Wittenberg v. Wittenberg

55 P.2d 619, 56 Nev. 442, 1936 Nev. LEXIS 10
CourtNevada Supreme Court
DecidedMarch 5, 1936
Docket3093
StatusPublished
Cited by9 cases

This text of 55 P.2d 619 (Wittenberg v. Wittenberg) is published on Counsel Stack Legal Research, covering Nevada Supreme Court primary law. Counsel Stack provides free access to over 12 million legal documents including statutes, case law, regulations, and constitutions.

Bluebook
Wittenberg v. Wittenberg, 55 P.2d 619, 56 Nev. 442, 1936 Nev. LEXIS 10 (Neb. 1936).

Opinion

*446 OPINION

By the Court,

Taber, J.:

Appellant, defendant in the court below, has appealed from a judgment of the Fifth judicial district court, Nye County, granting her husband a decree of divorce upon the ground of willful desertion for a period of more than one year, and from an order denying a new trial.

The parties intermarried at Tonopah on or about the 3d day of May, 1929, and lived together there for about one year. On May 13, 1930, defendant went to her separately owned ranch at Hot Creek, and continued to live there until that property was sold under foreclosure in the spring of 1932. Plaintiff claims that defendant’s going to her ranch and remaining there were contrary to his wishes, and that he tried on a number of occasions to persuade her to return to the home in Tonopah. Defendant, on the other hand, says that her going to the ranch was with the full approval of plaintiff, that he at no time requested her to return to Tonopah, and that he at no time made it possible for her to return there.

Each of the parties had been married before, and at the time of the marriage in May, 1929, each had children the issue of their previous respective marriages. *447 There are no children the issue of their marriage to each other.

Domestic differences and misunderstandings became more serious as time went on, and in December, 1932, plaintiff sued for divorce upon the ground of desertion. When it became apparent that defendant intended to contest the action, plaintiff amended his complaint to include extreme cruelty as a further ground for divorce. Defendant, in her answer, denied the allegations of desertion and extreme cruelty, and by way of “counter-claim, cross-complaint and ground for affirmative relief” charged desertion, neglect to provide, and extreme cruelty. Her answer and cross - complaint prayed that plaintiff take nothing by his complaint, that she be awarded separate maintenance in the sum of $150 per month, and that she be awarded her costs, including counsel fees.

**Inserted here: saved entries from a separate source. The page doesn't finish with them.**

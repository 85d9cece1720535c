"""What running windows needs, handed to every worker: the workspace, the ledger, who holds the claims."""

from __future__ import annotations

from dataclasses import dataclass, field

from runner.core.workspace import Workspace
from runner.io.ledger.store import Ledger
from runner.io.owners import owner_id


@dataclass
class RunContext:
    """What running windows needs: the workspace, the ledger and who holds the claims.

    `owner` is the supervising process's identity: workers take claims in its
    name, and it renews them (`leases.Leases`).
    """

    ws: Workspace
    ledger: Ledger
    owner: str = field(default_factory=owner_id)

    @property
    def lease(self) -> float:
        return self.ws.settings.lease.total_seconds()
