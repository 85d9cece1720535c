"""Samples of the newest input files, for `weir check`'s batch-size advice (`runner.core.advice`).

Only `weir check` calls this: loading a workspace reads no data. At most
`SAMPLE_FILES` of the newest files of each file input are opened and at most
`SAMPLE_ROWS` rows of the grouped columns read, lazily. Advice never fails a
check: a sample that cannot be read gives none.
"""

from __future__ import annotations

from pathlib import Path
from typing import TYPE_CHECKING

from runner.core.advice import grouped_columns, grouping_advice
from runner.errors import Problem
from runner.io.files import stat_files, wildcard
from runner.model.spec import FileInput, Job

if TYPE_CHECKING:
    import polars as pl

SAMPLE_ROWS = 10_000  # rows read from the newest files of an input
SAMPLE_FILES = 8  # at most this many files are opened


def latest_files(root: Path, template: str, limit: int = SAMPLE_FILES) -> list[str]:
    """The newest files an input template can match (every placeholder as `*`), newest first."""
    found = [(mtime_ns, path) for path, _, mtime_ns in stat_files(wildcard(root, template))]
    found.sort(reverse=True)  # newest first; among equal times, the path that sorts last (a later date)
    return [p for _, p in found[:limit]]


def sample(paths: list[str], fmt: str | None, columns: set[str], rows: int = SAMPLE_ROWS) -> pl.DataFrame | None:
    """Up to `rows` rows of the wanted columns from `paths`, in order, read lazily (None if none)."""
    import polars as pl

    from runner.io.readers import file_format

    frames = []
    left = rows
    for path in paths:
        kind = file_format(path, fmt)
        if kind == "csv":
            lf = pl.scan_csv(path, infer_schema=False)
        elif kind == "ndjson":
            lf = pl.scan_ndjson(path, infer_schema_length=100)
        else:
            lf = pl.scan_parquet(path)
        present = [c for c in lf.collect_schema().names() if c in columns]
        if not present:
            continue
        part = lf.select(present).head(left).collect()
        frames.append(part)
        left -= part.height
        if left <= 0:
            break
    if not frames:
        return None
    return pl.concat(frames, how="diagonal_relaxed")


def batch_advice(root: Path, jobs: dict[str, Job]) -> list[Problem]:
    """Batch-size warnings for every job; advice never fails `weir check`, so any error means none."""
    out: list[Problem] = []
    for _, job in sorted(jobs.items()):
        try:
            columns = grouped_columns(job)
            if not columns:
                continue
            samples = {}
            for name, source in job.spec.inputs.items():
                if isinstance(source, FileInput):
                    paths = latest_files(root, source.files)
                    samples[name] = sample(paths, source.format, columns) if paths else None
            out.extend(grouping_advice(job, samples))
        except Exception:  # noqa: BLE001 - unreadable samples or odd SQL: no advice, never a failure
            continue
    return out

The case was tried in February, 1934, before the court without a jury, Honorable L. 0. Hawkins, judge of the Sixth judicial district, presiding. Thereafter the court rendered its decision, granting plaintiff a decree of divorce upon the ground of defendant’s willful desertion of plaintiff for more than one year next immediately preceding the commencement of the suit. In said decision the court held that neither party had proved a case of extreme cruelty against the other, and further held that defendant had failed to prove a case either of desertion or failure to provide.

Defendant’s assignments of error are based chiefly upon her contentions (a) that the evidence was insufficient to justify the court’s finding that defendant willfully deserted plaintiff; (b) that it was error for the court to hold that defendant failed to prove a case against plaintiff for desertion; and (c) that the court erred in deciding that defendant did not make out a case against plaintiff for failure to provide the common necessaries of life.

The point most urgently stressed by defendant on this appeal is that plaintiff utterly failed to prove that her alleged desertion was against his will and without his consent. As stated in appellant’s reply *448 brief, “Respondent’s failure to produce any evidence whatever that the alleged desertion by appellant was against his will and without his consent is the very gist, root and substance of our appeal.”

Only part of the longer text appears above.